Develop and improve perception models for autonomous mobile robots, including object detection, obstacle classification, and free-space estimation.
Drive data-centric machine learning by scaling automated labeling, leveraging fleet data, and closing the sim2real gap through synthetic data and simulation-based evaluation.
Own model performance by defining benchmarks, tracking key metrics, and continuously improving real-world and benchmark results.
Deploy and validate perception models within a ROS-based robot software stack, ensuring reliable performance on real vehicles.

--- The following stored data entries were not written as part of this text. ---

/* What must hold of every block, whatever the ground: cases drawn at random, always the
 * same ones. */
#include "kent_hand.h"

#include <math.h>
#include <stdint.h>
#include <stdlib.h>

static const double PI = 3.14159265358979323846;

enum { DRAWS = 400 };

/* Numerical Recipes' linear congruential generator (Press et al., chapter 7). */
static uint32_t seed = 1u;

static double draw(double least, double most)
{
    seed = 1664525u * seed + 1013904223u;
    return least + (most - least) * ((double)seed / 4294967296.0);
}

typedef struct drawn {
    kent_bearing_route route;
    double cover, table;          /* m */
    double weight, phi, cohesion; /* N/m3, rad, Pa */
    double wall;                  /* rad; NAN */
    double share, pressure;       /* -, Pa */
    double falls;                 /* rad; NAN */
    double rise;                  /* m, that the main comes up to E by and leaves it by:
                                     a crest; below 0 a sag; 0: an end */
    bool stays;                   /* sliding and overturning are asked for */
} drawn;

static drawn draw_case(kent_bearing_route route)
{
    drawn d = {.route = route, .table = (double)INFINITY, .wall = (double)NAN};

    d.cover = draw(0.8, 4.0);
    d.weight = draw(15e3, 21e3);
    d.phi = draw(20.0, 40.0) * PI / 180.0;
    d.cohesion = draw(0.0, 1.0) < 0.5 ? 0.0 : draw(0.0, 20e3);
    d.share = draw(0.2, 0.9);
    d.pressure = draw(0.1e6, 1.5e6);
    d.falls = (double)NAN;
    if (draw(0.0, 1.0) < 0.3) d.wall = draw(0.0, 0.5) * d.phi;
    return d;
}

/* What holds E; free it with let_go. */
typedef struct sized {
    kent_build b;
    kent_restraints *r;
    const kent_holding *h;
} sized;

static sized size(const drawn *d, const kent_obstacle *o)
{
    sized s = {.b = kent_build_new()};
    kent_build *b = &s.b;
    const kent_hand_case test = {"test", KENT_CASE_TEST, 1.5, d->pressure};

    (void)kent_build_point(b, "A", -300.0, 0.0, 50.0 - d->rise);
    (void)kent_build_point(b, "E", 0.0, 0.0, 50.0);
    if (d->rise != 0.0) (void)kent_build_point(b, "Z", 300.0, 0.0, 50.0 - d->rise);
    (void)kent_build_pipe(b, "P", d->rise != 0.0 ? "A E Z" : "A E", 0.3, 1000.0);
    (void)kent_build_fixed_level(b, "A", 150.0);
    b->model->loads.test_pressure = d->pressure;
    (void)kent_build_soil(b, "drawn", 150e3, d->weight, d->cover);
    kent_soil *soil = &b->model->soils[0];
    soil->route = d->route;
    soil->bearing_gradient = 60e3;
    soil->by_depth[0] = (kent_depth_row){0.5, 40e3};
    soil->by_depth[1] = (kent_depth_row){4.0, 160e3};
    soil->by_depth_count = 2;
    soil->friction_angle = d->phi;
    soil->cohesion = d->cohesion;
    soil->wall_friction = d->wall;
    soil->passive_share = d->share;
    b->model->ground.water_table = d->table;
    soil->base_friction = 0.4;
    b->model->rules.largest_volume = 1e3;
    b->model->rules.strap_stress = 140e6;
    b->model->rules.strap_diameter = 0.016;
    if (d->stays) {
        b->model->rules.factor_sliding = b->model->rules.factor_overturning = 1.5;
        b->model->rules.factor_flotation = 1.2;
    }
    const int note = kent_build_note(b, "E");
    b->model->notes[note].restraint = (int)KENT_THRUST_BLOCK;
    b->model->notes[note].stated.slope = (kent_slope){{1.0, 0.0, 0.0}, d->falls};
    if (o) {
        b->model->obstacles = kent_alloc(1, sizeof *b->model->obstacles);
        assert_non_null(b->model->obstacles);
        b->model->obstacles[0] = *o;
        b->model->obstacle_count = 1;
        b->model->notes[note].obstacle_count = 1;
    }
    kent_build_derive(b);
    s.r = kent_hand_size(b, &test, 1);
    s.h = &s.r->fittings[kent_build_fitting_of(b, "E")];
    return s;
}

static void let_go(sized *s)
{
    kent_restraints_free(s->r);
    kent_build_clear(&s->b);
}

static kent_bearing_route any_route(int i)
{
    static const kent_bearing_route routes[] = {
        KENT_BEARING_CONSTANT, KENT_BEARING_BY_DEPTH, KENT_BEARING_GRADIENT,
        KENT_BEARING_PASSIVE};
    return routes[i % 4];
}

static void an_obstacle_never_raises_a_resistance(void **state)
{
    (void)state;
    int refused = 0, kept = 0;
    for (int i = 0; i < DRAWS; i++) {
        const drawn d = draw_case(any_route(i));
        const double towards = draw(-PI, PI);
        const kent_obstacle o = {.what = "sewer",
                                 .direction = {cos(towards), sin(towards), 0.0},
                                 .distance = draw(0.0, 12.0),
                                 .depth = draw(0.5, 5.0)};
        sized without = size(&d, NULL), with = size(&d, &o);
        assert_true(without.h->held || !with.h->held);
        if (with.h->held) {
            assert_close(with.h->factor_reached, without.h->factor_reached, 1e-12);
            assert_close(with.h->block.volume, without.h->block.volume, 1e-12);
        }
        refused += without.h->held && !with.h->held ? 1 : 0;
        kept += with.h->held ? 1 : 0;
        let_go(&without);
        let_go(&with);
    }
    assert_true(refused > 10 && kept > 10); /* both were seen */
}

/* Dry, passive, before rounding: the area that is asked for. */
static void a_deeper_axis_never_needs_a_larger_face(void **state)
{
    (void)state;
    for (int i = 0; i < DRAWS; i++) {
        drawn d = draw_case(KENT_BEARING_PASSIVE);
        if (i % 4 == 0) d.falls = draw(0.01, 0.9) * d.phi;
        sized shallow = size(&d, NULL);
        d.cover += draw(0.01, 3.0);
        sized deep = size(&d, NULL);
        assert_true(deep.h->block.bearing_area <= shallow.h->block.bearing_area);
        let_go(&shallow);
        let_go(&deep);
    }
}

/* m2 of steel that ties the pipe down. */
static double steel_of(const kent_holding *h)
{
    const kent_straps *s = &h->straps;
    return s->legs > 0 ? s->legs * s->diameter * s->diameter : 0.0;
}

/* What is asked for before rounding: area, weight; and rods. */
static void more_pressure_never_makes_a_smaller_block(void **state)
{
    (void)state;
    int faces = 0, weights = 0, bases = 0;
    for (int i = 0; i < DRAWS; i++) {
        drawn d = draw_case(any_route(i));
        d.table = draw(0.0, 1.0) < 0.5 ? draw(0.0, 4.0) : (double)INFINITY;
        d.rise = 30.0 * (double)(i / 4 % 3 - 1);
        d.stays = i / 12 % 2 == 0;
        sized low = size(&d, NULL);
        d.pressure *= draw(1.0, 2.0);
        sized high = size(&d, NULL);
        assert_true(low.h->held || !high.h->held);
        if (high.h->held && d.rise > 0.0) {
            assert_true(high.h->block.volume >= low.h->block.volume);
            assert_true(steel_of(high.h) >= steel_of(low.h));
            weights++;
        } else if (high.h->held) {
            assert_true(high.h->block.bearing_area >= low.h->block.bearing_area);
            faces += d.rise == 0.0 ? 1 : 0;
            bases += d.rise < 0.0 ? 1 : 0;
        }
        let_go(&low);
        let_go(&high);
    }
    assert_true(faces > 10 && weights > 10 && bases > 10);
}

/* Nor does a steeper slope, water nearer to the surface, or loose ground. */
static void worse_ground_never_bears_more(void **state)
{
    (void)state;
    for (int i = 0; i < DRAWS; i++) {
        drawn d = draw_case(any_route(i));
        sized level = size(&d, NULL);
        const double bears = level.h->allowable_bearing;
        let_go(&level);

        d.falls = draw(0.01, 0.9) * d.phi;
        sized falling = size(&d, NULL);
        const double on_slope = falling.h->allowable_bearing;
        let_go(&falling);
        assert_true(on_slope < bears);
        d.falls = draw(1.0, 1.1) * d.falls;
        sized steeper = size(&d, NULL);
        assert_true(steeper.h->allowable_bearing <= on_slope);
        let_go(&steeper);

        d.falls = (double)NAN;
        double last = bears;
        for (int k = 0; k <= 16; k++) {
            d.table = 6.0 - 0.37 * k;
            sized wet = size(&d, NULL);
            assert_true(wet.h->allowable_bearing <= last * (1.0 + 1e-12));
            last = wet.h->allowable_bearing;
            let_go(&wet);
        }
    }
}

int main(void)
{
    const struct CMUnitTest tests[] = {
        cmocka_unit_test(an_obstacle_never_raises_a_resistance),
        cmocka_unit_test(a_deeper_axis_never_needs_a_larger_face),
        cmocka_unit_test(more_pressure_never_makes_a_smaller_block),
        cmocka_unit_test(worse_ground_never_bears_more),
    };
    return cmocka_run_group_tests(tests, NULL, NULL);
}
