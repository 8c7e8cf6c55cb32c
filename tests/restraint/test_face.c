/* Faces, thicknesses and weights of blocks from numbers alone. */
#include "kent_check.h"
#include "kent_restraint.h"

#include <stdio.h>
#include <stdlib.h>

static const double PI = 3.14159265358979323846;
static const double DEGREE = 3.14159265358979323846 / 180.0; /* rad */
static const double FOOT = 0.3048;                           /* m */
static const double POUND = 4.4482216152605;                 /* N */

static const kent_rules RULES = {
    .safety_factor = 1.5,
    .height_to_depth = 0.5,
    .width_to_height = {1.0, 2.0},
    .least_thickness = 0.3,
    .least_height = 0.3,
    .side_step = 0.05,
    .least_cover = 0.6,
    .concrete_unit_weight = 24e3,
    .water_unit_weight = 9.81e3,
    .wrapped_ratio = 0.7,
    .largest_volume = 50.0,
};

/* Gravity block of a crest, one leg horizontal: V = 1.5 p A sin(angle) / W. Handbook
 * form from memory, values derived: 12 in (13.20) 45 degrees 150 psi gives 14 515 lbf
 * and 155.5, 150.2, 145.2 ft3 at 140, 145, 150 pcf; 8 in (9.05) 22.5 degrees
 * 200 psi 49.2 ft3 and 24 in (25.80) 11.25 degrees 150 psi 153.0 ft3 at 150 pcf. */
static void gravity_blocks_weigh_one_and_a_half_times_the_lift(void **state)
{
    (void)state;
    static const struct {
        double inches, degrees, psi, pcf, ft3, within;
    } row[] = {
        {13.20, 45.0, 150.0, 140.0, 155.5, 1e-3},
        {13.20, 45.0, 150.0, 145.0, 150.2, 1e-3},
        {13.20, 45.0, 150.0, 150.0, 145.2, 1e-3},
        {9.05, 22.5, 200.0, 150.0, 49.2, 2e-3},
        {25.80, 11.25, 150.0, 150.0, 153.0, 2e-3},
    };
    const double foot3 = FOOT * FOOT * FOOT;

    for (size_t i = 0; i < sizeof row / sizeof row[0]; i++) {
        const double d = row[i].inches;
        const double up =
            row[i].psi * 0.25 * PI * d * d * sin(row[i].degrees * DEGREE); /* lbf */
        if (i < 3) assert_close(up, 14515.0, 1e-3);
        const double volume =
            kent_gravity_volume(up * POUND, 1.5, row[i].pcf * POUND / foot3);
        assert_close(volume / foot3, row[i].ft3, row[i].within);
    }
}

static void at_the_limit_height_is_two_thirds_of_the_axis_depth(void **state)
{
    (void)state;
    for (int i = 1; i <= 50; i++) {
        const double axis = 0.1 * i;
        const double h = kent_face_height_limit(&RULES, axis);
        assert_close(h, axis * 2.0 / 3.0, 1e-14);
        assert_close(h, RULES.height_to_depth * (axis + 0.5 * h), 1e-14);
    }
}

static void sides_that_are_multiples_already_stay_as_they_are(void **state)
{
    (void)state;
    kent_face face = {0};

    /* 1.2 / 0.05 is 24.000000000000004 in double precision */
    assert_true(kent_face_choose(&RULES, 1.2 * 1.2, 1.2, &face));
    assert_close(face.width, 1.2, 1e-12);
    assert_close(face.height, 1.2, 1e-12);
}

static void between_faces_of_equal_area_the_taller_is_chosen(void **state)
{
    (void)state;
    kent_face face = {0};

    /* 0.45 m2 is 0.90 x 0.50 and 0.75 x 0.60: both exact, the taller wins */
    assert_true(kent_face_choose(&RULES, 0.45, 0.65, &face));
    assert_close(face.height, 0.60, 1e-12);
    assert_close(face.width, 0.75, 1e-12);
}

static void no_other_face_in_the_rules_is_smaller(void **state)
{
    (void)state;
    const double step = RULES.side_step;

    for (int k = 1; k <= 60; k++) {
        const double area = 0.037 * k, limit = 1.13;
        kent_face face = {0};
        const bool found = kent_face_choose(&RULES, area, limit, &face);
        double least = INFINITY;
        for (int i = 6; i * step <= limit; i++) {
            for (int j = i; j <= 2 * i; j++) { /* width, one to two heights */
                const double tried = i * step * (j * step);
                if (tried >= area - 1e-9) least = fmin(least, tried);
            }
        }
        assert_int_equal(found, isfinite(least));
        if (found) assert_close(face.width * face.height, least, 1e-9);
    }
}

static void a_face_too_large_for_its_depth_is_refused(void **state)
{
    (void)state;
    kent_face face = {0};

    assert_false(kent_face_choose(&RULES, 2.01, 1.0, &face)); /* most: 2.0 x 1.0 */
    assert_true(kent_face_choose(&RULES, 2.00, 1.0, &face));
    assert_false(kent_face_choose(&RULES, 0.01, 0.29, &face)); /* below least height */
}

static void weaker_soil_never_makes_a_smaller_face(void **state)
{
    (void)state;
    double last = 0.0;

    for (int q = 400; q >= 100; q--) { /* kPa */
        kent_face face = {0};
        if (!kent_face_choose(&RULES, 150.0 / q, 1.2, &face)) break;
        assert_true(face.width * face.height >= last - 1e-12);
        assert_true(face.width * face.height >= 150.0 / q * (1.0 - 1e-5));
        last = face.width * face.height;
    }
    assert_true(last > 0.0);
}

static void thickness_is_the_largest_of_the_least_and_the_spread(void **state)
{
    (void)state;
    assert_close(kent_block_thickness(&RULES, (kent_face){1.0, 0.8}, 0.6), 0.30, 1e-12);
    assert_close(kent_block_thickness(&RULES, (kent_face){2.0, 1.1}, 0.635), 0.70,
                 1e-12);
    assert_close(kent_block_thickness(&RULES, (kent_face){1.6, 1.6}, 0.6), 0.50, 1e-12);
    assert_close(kent_block_thickness(&RULES, (kent_face){1.0, 2.0}, 0.6), 0.70, 1e-12);
}

static void under_water_a_gravity_block_grows_by_the_water_s_weight(void **state)
{
    (void)state;
    const double dry = kent_gravity_volume(100e3, 1.5, 24e3);
    const double wet = kent_gravity_volume(100e3, 1.5, 24e3 - 9.81e3);
    assert_close(wet / dry, 24.0 / (24.0 - 9.81), 1e-14);
}

/* As a person would write them in a file: 14 steps of 0.05 m are 0.7 m. */
static void sides_are_exact_decimals(void **state)
{
    (void)state;
    for (int k = 6; k <= 60; k++) {
        char written[16];
        kent_face face = {0};
        const double side = k / 20.0; /* nearest to the decimal */
        (void)snprintf(written, sizeof written, "%.2f", side);
        assert_true(kent_face_choose(&RULES, side * side, side, &face));
        assert_true(face.height == strtod(written, NULL));
        assert_true(face.width == strtod(written, NULL));
    }
}

int main(void)
{
    const struct CMUnitTest tests[] = {
        cmocka_unit_test(sides_are_exact_decimals),
        cmocka_unit_test(gravity_blocks_weigh_one_and_a_half_times_the_lift),
        cmocka_unit_test(at_the_limit_height_is_two_thirds_of_the_axis_depth),
        cmocka_unit_test(sides_that_are_multiples_already_stay_as_they_are),
        cmocka_unit_test(between_faces_of_equal_area_the_taller_is_chosen),
        cmocka_unit_test(no_other_face_in_the_rules_is_smaller),
        cmocka_unit_test(a_face_too_large_for_its_depth_is_refused),
        cmocka_unit_test(weaker_soil_never_makes_a_smaller_face),
        cmocka_unit_test(thickness_is_the_largest_of_the_least_and_the_spread),
        cmocka_unit_test(under_water_a_gravity_block_grows_by_the_water_s_weight),
    };
    return cmocka_run_group_tests(tests, NULL, NULL);
}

Collaborate closely with navigation, controls, and fleet software teams to deliver robust perception capabilities.
Requirements
2–5 years of professional and hands-on experience in robotics perception, computer vision, or machine learning.
Strong Python skills; experience with C++ is a plus.
Hands-on experience training and evaluating neural networks (PyTorch or similar) with a data-centric approach.
Practical experience with synthetic data, simulation for ML, auto-labeling, active learning, or domain adaptation.
Familiarity with ROS and Linux-based development environments.
What We Have to Offer
Cutting-edge robotics technology navigating and manipulating without rails and guides.
An international team with more than 25 nationalities.
A loft-style office near the S-Bahn station "Hirschgarten" with a workshop and testing area, and a free daily cooked lunch.
Hybrid working model, attractive holiday, Wellpass, health care, and compensation packages.